What makes this system especially interesting is that it doesn’t operate in isolation. The emotional weight of everything else happening around you influences how strongly this region reacts to a given threat. Your brain is constantly integrating emotional information from multiple sources to calibrate your response, which is why the same situation can feel terrifying in one context and manageable in another.

It Coordinates Every Movement You Make

Walking, reaching for a cup, typing on a keyboard: all voluntary movement depends on your brain’s ability to coordinate dozens of muscles with precise timing. A structure at the back of your brain called the cerebellum oversees this process. It manages your balance, posture, and gait, and fine-tunes limb movements so they’re smooth rather than jerky.
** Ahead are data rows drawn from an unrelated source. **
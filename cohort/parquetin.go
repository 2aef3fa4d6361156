package cohort

import (
	"errors"
	"fmt"
	"io"
	"math"
	"os"
	"strconv"
	"strings"
	"time"

	"github.com/parquet-go/parquet-go"
	"github.com/parquet-go/parquet-go/format"
)

// readParquet reads a flat Parquet file (github.com/parquet-go/parquet-go) row group by row
// group. Feature columns must be numeric (INT32, INT64, FLOAT, DOUBLE), a null is a missing
// cell; ids, waves and labels may be text or integers; the order column may be integers,
// TIMESTAMP columns or ISO-8601 text. Positions in messages are the row (as the line) and the
// column number.
func (r *reader) readParquet(p string) (err error) {
	// parquet-go can panic on a damaged file (seen in TestDamagedBinaryInputs): that is a damaged
	// input for us, reported like any other.
	defer func() {
		if v := recover(); v != nil {
			err = &InputError{File: p, Msg: fmt.Sprintf("the Parquet file is damaged (%v); write it again, or export CSV", v), Err: ErrNotText}
		}
	}()
	f, err := os.Open(p)
	if err != nil {
		return &InputError{File: p, Msg: "cannot open: " + err.Error(), Err: ErrOpen}
	}
	defer f.Close()
	st, err := f.Stat()
	if err != nil {
		return &InputError{File: p, Msg: "cannot open: " + err.Error(), Err: ErrOpen}
	}
	pf, err := parquet.OpenFile(f, st.Size())
	if err != nil {
		return &InputError{File: p, Msg: "not a readable Parquet file (" + err.Error() + "); write it again, or export CSV", Err: ErrNotText}
	}
	schema := pf.Schema()
	var header []string
	var leaves []parquet.LeafColumn
	for _, path := range schema.Columns() {
		if len(path) != 1 {
			return &InputError{File: p, Field: strings.Join(path, "."), Msg: "is a nested column; write the table flat, one column per variable", Err: ErrRagged}
		}
		leaf, _ := schema.Lookup(path...)
		if leaf.MaxRepetitionLevel > 0 {
			return &InputError{File: p, Field: path[0], Msg: "is a repeated column; write one value per cell", Err: ErrRagged}
		}
		header = append(header, path[0])
		leaves = append(leaves, leaf)
	}
	if len(header) == 0 {
		return &InputError{File: p, Msg: "has no columns", Err: ErrEmpty}
	}
	roles, err := r.assignRoles(p, header)
	if err != nil {
		return err
	}
	numeric := func(c int) bool {
		switch leaves[c].Node.Type().Kind() {
		case parquet.Int32, parquet.Int64, parquet.Float, parquet.Double:
			return true
		}
		return false
	}
	kindName := func(c int) string { return leaves[c].Node.Type().String() }
	if r.features == nil { // the first file: numeric columns are the features
		var keep []int
		for _, c := range roles.features {
			if numeric(c) {
				keep = append(keep, c)
				r.features = append(r.features, header[c])
			} else if len(r.opts.Features) > 0 {
				return &InputError{File: p, Column: c + 1, Field: header[c], Msg: fmt.Sprintf("is %s, not a number, but --features chose it; choose numeric columns", kindName(c)), Err: ErrNotNumber}
			} else {
				r.ignored = append(r.ignored, Note{header[c], fmt.Sprintf("%s column, not a feature", kindName(c))})
			}
		}
		if len(keep) == 0 {
			return &InputError{File: p, Msg: "no numeric feature columns; check --features", Err: ErrNoColumn}
		}
		roles.features = keep
	} else {
		for _, c := range roles.features {
			if !numeric(c) {
				return &InputError{File: p, Column: c + 1, Field: header[c], Msg: fmt.Sprintf("is %s here but numeric in %s; write it as a number", kindName(c), r.firstFile), Err: ErrMismatch}
			}
		}
	}
	var unit time.Duration // of a TIMESTAMP order column
	if roles.order >= 0 {
		if lt := leaves[roles.order].Node.Type().LogicalType(); lt != nil {
			if ts, ok := lt.Value.(*format.TimestampType); ok {
				if u, ok := ts.Unit.Value.(interface{ Duration() time.Duration }); ok {
					unit = u.Duration()
				}
			}
		}
	}
	text := func(v parquet.Value) string {
		switch {
		case v.IsNull():
			return ""
		case v.Kind() == parquet.ByteArray || v.Kind() == parquet.FixedLenByteArray:
			return string(v.ByteArray())
		case v.Kind() == parquet.Int32 || v.Kind() == parquet.Int64:
			return strconv.FormatInt(v.Int64(), 10)
		}
		return v.String()
	}
	fileIdx := len(r.files)
	rd := parquet.NewReader(pf)
	defer rd.Close()
	buf := make([]parquet.Row, 1024)
	vals := make([]float64, len(r.features))
	rowNo := 1 // the header is line 1, as in a text table
	for {
		n, err := rd.ReadRows(buf)
		for _, row := range buf[:n] {
			rowNo++
			if rowNo%4096 == 0 && r.ctx.Err() != nil {
				return r.ctx.Err()
			}
			cells := make([]parquet.Value, len(header))
			for _, v := range row {
				if c := v.Column(); c >= 0 && c < len(cells) {
					cells[c] = v
				}
			}
			id := strings.TrimSpace(text(cells[roles.id]))
			if id == "" {
				return &InputError{File: p, Line: rowNo, Column: roles.id + 1, Field: header[roles.id], Msg: "participant id is empty; fill it in or remove the row", Err: ErrMissingID}
			}
			wave, label := "", ""
			if roles.wave >= 0 {
				wave = strings.TrimSpace(text(cells[roles.wave]))
			}
			if roles.label >= 0 {
				label = strings.TrimSpace(text(cells[roles.label]))
			}
			var ord int64
			if roles.order >= 0 {
				cell := text(cells[roles.order])
				if unit > 0 && !cells[roles.order].IsNull() {
					cell = time.Unix(0, cells[roles.order].Int64()*int64(unit)).UTC().Format(time.RFC3339Nano)
				}
				pos := func(int) (int, int) { return rowNo, roles.order + 1 }
				if ord, err = r.parseOrder(p, pos, roles.order, header[roles.order], cell, parseOrderCell); err != nil {
					return err
				}
			}
			for j, c := range roles.features {
				v := cells[c]
				switch {
				case v.IsNull():
					vals[j] = math.NaN()
				case v.Kind() == parquet.Double:
					vals[j] = v.Double()
				case v.Kind() == parquet.Float:
					vals[j] = float64(v.Float())
				default:
					vals[j] = float64(v.Int64())
				}
				if math.IsInf(vals[j], 0) || math.Abs(vals[j]) > maxMagnitude {
					return &InputError{File: p, Line: rowNo, Column: c + 1, Field: header[c], Msg: numberMsg(strconv.FormatFloat(vals[j], 'g', -1, 64), ',', ErrNonFinite), Err: ErrNonFinite}
				}
			}
			if err := r.appendRow(p, fileIdx, id, wave, ord, roles.order < 0, vals, label, rowNo); err != nil {
				return err
			}
		}
		if errors.Is(err, io.EOF) {
			break
		}
		if err != nil {
			return &InputError{File: p, Line: rowNo, Msg: "reading the rows failed (" + err.Error() + "); the file may be damaged", Err: ErrNotText}
		}
	}
	if rowNo == 1 {
		return &InputError{File: p, Line: 1, Msg: "has columns but no windows; each row should be one window", Err: ErrEmpty}
	}
	hexsum, size, err := hashFile(p)
	if err != nil {
		return &InputError{File: p, Msg: "cannot read: " + err.Error(), Err: ErrOpen}
	}
	r.files = append(r.files, FileInfo{Path: p, SHA256: hexsum, Bytes: size, Rows: rowNo - 1})
	r.rows += rowNo - 1
	r.progress()
	return nil
}
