// Fitted is every fit of one run, before it is described.
type Fitted struct {
	// ModelFeaturesStep is, for a wave placed in a model, the record of how the model's data
	// were made by the features step (modelfile.ReadSettings.FeaturesStep), against which
	// NewResult checks the inputs' records; "" compares the inputs among themselves.
	ModelFeaturesStep string
	Table             *cohort.Table
	Fit               *normalize.Fit
	States            *profile.States
	Sigs              []profile.Signature
	Rhythm            []profile.Rhythm // each unit's rest-activity measures (NaN where they cannot be read)
	// TimeOfDay is when in the day and week each unit's windows fall, by state (nil without
	// times in the order column).
	TimeOfDay []*profile.TimeOfDay
	Signature string                // what the grouping saw (Options.Signature)
	DayParts  profile.DayParts      // the parts of the day it saw, for the day-part signature
	Medians   [][]float64           // each unit's median of each feature
	Desc      []profile.Description // the states in the original units
	Labels    *profile.LabelTable   // states × known labels, when labels are given
	Devices   []normalize.Device    // each unit's device, when the states are aligned
	sample    sampleUnits           // the participants and windows sampled for the fit
	Notes     []note.Note           // what the run decided on its own, for the reader
	Warnings  []note.Note           // what the reader must weigh before trusting the groups
	// Reproducibility is how alike the fits of the states from different random starts group
	// the sampled participants (FitPiece.Reproducibility); NaN when not measured.
	Reproducibility float64
	Grouping        *group.Grouping
	Window          time.Duration // the length of one window (0: not known)
	// WindowSource says where the window length came from.
	WindowSource WindowSource
	// Atypical marks the units assign placed farther from every group than the model's members;
	// they belong to no group (nil: none).
	Atypical []bool
	// Sensitivity compares the groups with those under other choices (FitTable only).
	Sensitivity []Sensitivity
	Workers     int // goroutines for what NewResult computes (0: one per core)
}

// findAxesIn resolves the axis means the align step turns: none, the named features, or, when
// none are named, the triple that normalize.FindAxes finds on the first windows of up to 20
// participants (first: their windows one after another, row-major). The note (NoteAxes) says
// which, for the workbook.
func findAxesIn(features []string, first []float64, names []string, none bool) ([]int, note.Note, error) {
	if none {
		return nil, note.Note{Kind: NoteAxes, Ints: []int{AxesNone, 0}, Option: "job.Options.NoAxes"}, nil
	}
	if len(names) > 0 {
		var axes []int
		for _, n := range names {
			j := slices.Index(features, n)
			if j < 0 {
				return nil, note.Note{}, fmt.Errorf("job.Options.Axes names %s, which is not among the features %v: %w; name the three axis-mean columns in x, y, z order, or set job.Options.NoAxes", n, features, cohort.ErrMismatch)
			}
			axes = append(axes, j)
		}
		return axes, note.Note{Kind: NoteAxes, Ints: []int{AxesNamed, 0}, Names: slices.Clone(names)}, nil
	}
	axes, cv := normalize.FindAxes(features, first)
	if axes == nil {
		return nil, note.Note{Kind: NoteAxes, Ints: []int{AxesNotFound, 0}, Floats: []float64{cv}, Option: "job.Options.Axes"}, nil
	}
	return axes, note.Note{Kind: NoteAxes, Ints: []int{AxesFound, 0}, Names: []string{features[axes[0]], features[axes[1]], features[axes[2]]}, Floats: []float64{cv}}, nil
}
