package cohort

import (
	"fmt"
	"time"

	"github.com/cohortmix/cohortmix/cohort/clock"
	"github.com/cohortmix/cohortmix/cohort/note"
)

// The valid-day rule of a wear-time protocol (common practice in accelerometry since the
// national surveys of the 2000s; the values are the usual ones, from memory): a day counts when
// the device was worn for at least 10 hours of it (16 hours in protocols that ask for the device
// day and night), and a participant counts when they have at least 4 such days, in some studies
// one of them a Saturday or a Sunday.
const (
	DefaultValidDay  = 10 * time.Hour
	DefaultValidDays = 4
)

// Wear is one participant's wear time by day, under the valid-day rule (all zero when the rule
// was not applied).
type Wear struct {
	Days       int     // calendar days with a window
	ValidDays  int     // of them, days with enough wear
	WeekendOK  bool    // one valid day is a Saturday or a Sunday
	MeanHours  float64 // mean hours of wear on the valid days
	Worst      string  // the day with the least wear (ISO-8601 date)
	WorstHours float64 // its hours of wear
	LeftOut    int     // windows on days that were not valid, left out
}

// wearRule is the valid-day rule as a reading applies it.
type wearRule struct {
	day     time.Duration // wear that makes a day valid
	days    int           // valid days a participant needs
	weekend bool          // one of them a Saturday or Sunday
	clock   clock.Clock
	naive   bool // times without a UTC offset, read as written
}

// wearRule is the valid-day rule for a table read with this non-wear rule and order (nil where
// none applies); it checks the time zone whatever the rule.
func (o ReadOptions) wearRule(nonWear, orderKind string, naive bool) (*wearRule, error) {
	c, err := clock.In(o.TimeZone)
	if err != nil {
		return nil, fmt.Errorf("cohort: %v: %w", err, ErrBadOption)
	}
	if o.ValidDay <= 0 || orderKind != "time" || (o.ValidDayAuto && nonWear == "") {
		return nil, nil
	}
	days := o.ValidDays
	if days <= 0 {
		days = DefaultValidDays
	}
	return &wearRule{day: o.ValidDay, days: days, weekend: o.WeekendDay, clock: c, naive: naive}, nil
}

// wearDays applies the rule to one participant's windows: times are their start times (Unix ns,
// increasing), nonWear marks the windows left out as non-wear (nil: none) and step is the time a
// window stands for. It returns the windows that fall on days that are not valid, the
// participant's wear by day, and why the participant falls short (no note when it does not).
func (w *wearRule) wearDays(times []int64, nonWear []bool, step time.Duration) ([]bool, Wear, note.Note) {
	type day struct {
		key     int64
		date    string
		weekend bool
		wear    time.Duration
	}
	var days []day
	dayOf := make([]int32, len(times))
	for i, t := range times {
		s := w.clock.At(t)
		if len(days) == 0 || days[len(days)-1].key != s.Day {
			days = append(days, day{key: s.Day, date: s.Date(), weekend: s.Weekend()})
		}
		dayOf[i] = int32(len(days) - 1)
		if nonWear == nil || !nonWear[i] {
			days[len(days)-1].wear += step
		}
	}
	var out Wear
	out.Days = len(days)
	var sum time.Duration
	for i, d := range days {
		if d.wear >= w.day {
			out.ValidDays++
			out.WeekendOK = out.WeekendOK || d.weekend
			sum += d.wear
		}
		if i == 0 || d.wear.Hours() < out.WorstHours {
			out.Worst, out.WorstHours = d.date, d.wear.Hours()
		}
	}
	if out.ValidDays > 0 {
		out.MeanHours = sum.Hours() / float64(out.ValidDays)
	}
	invalid := make([]bool, len(times))
	for i := range times {
		if days[dayOf[i]].wear < w.day && (nonWear == nil || !nonWear[i]) {
			invalid[i] = true
			out.LeftOut++
		}
	}
	switch {
	case out.ValidDays < w.days:
		return invalid, out, note.Note{Kind: ExcludedFewValidDays, Ints: []int{out.ValidDays, w.days}, Floats: []float64{w.day.Hours()}, Option: "cohort.ReadOptions.ValidDays"}
	case w.weekend && !out.WeekendOK:
		return invalid, out, note.Note{Kind: ExcludedNoWeekendDay, Ints: []int{out.ValidDays}, Option: "cohort.ReadOptions.WeekendDay"}
	}
	return invalid, out, note.Note{}
}

// hoursText is a duration in hours, as "10 h".
func hoursText(d time.Duration) string {
	return fmt.Sprintf("%g h", d.Hours())
}

// rule is the rule as data, for the reading's quality and notes.
func (w *wearRule) rule() *ValidDayRule {
	r := &ValidDayRule{Hours: w.day.Hours(), Days: w.days, Weekend: w.weekend, Naive: w.naive}
	if !w.naive {
		r.Zone = w.clock.Zone()
	}
	return r
}

// ValidDayRule is the valid-day rule a reading applied: a day counts with Hours or more of wear,
// and a participant with Days or more such days, one of them a Saturday or Sunday with Weekend;
// days are on the wall clock of Zone, or by the clock the times were written in (Naive).
type ValidDayRule struct {
	Hours   float64
	Days    int
	Weekend bool
	Naive   bool
	Zone    string
}

func boolInt(b bool) int {
	if b {
		return 1
	}
	return 0
}

// String is the rule in words, for errors.
func (w *wearRule) String() string {
	s := fmt.Sprintf("a day counts with %s or more of wear, and a participant with %d or more such days", hoursText(w.day), w.days)
	if w.weekend {
		s += ", one of them a Saturday or a Sunday"
	}
	if w.naive {
		return s + " (days by the clock the times were written in)"
	}
	return s + fmt.Sprintf(" (days on the wall clock of %s)", w.clock.Zone())
}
It also plays a role in motor learning, the process by which repeated practice turns a clumsy new skill into an automatic one. When you first learned to ride a bike, your cerebellum was working overtime. Now it handles those adjustments without your conscious attention.

It Rewires Itself Throughout Your Life

One of the most remarkable things about the brain is that it isn’t fixed. It physically changes in response to what you do, learn, and experience, a property called neuroplasticity. When you practice a skill repeatedly, the connections between the neurons involved in that skill get stronger. When you stop using certain pathways, they weaken. This is how learning works at a physical level.

Neuroplasticity isn’t limited to childhood. Adult brains continue to reorganize. Brain imaging studies have shown that after injury to one side of the brain, motor-related areas on the opposite side can gradually take over lost functions. Initially, activity increases broadly across both sides of the brain, then shifts over time as specific regions adapt to their new role. Exercise, environmental enrichment, repetition, and even music therapy have all been shown to positively influence this rewiring process. The brain also continues to produce new neurons in at least a couple of regions throughout adulthood, including the hippocampus, the same area critical for forming new memories.

Aging and neurodegenerative diseases reduce the brain’s ability to rewire itself, partly because the chemical messengers that support plasticity decline over time. But the capacity never disappears entirely, which is why rehabilitation after a stroke or brain injury can produce meaningful recovery even months or years later.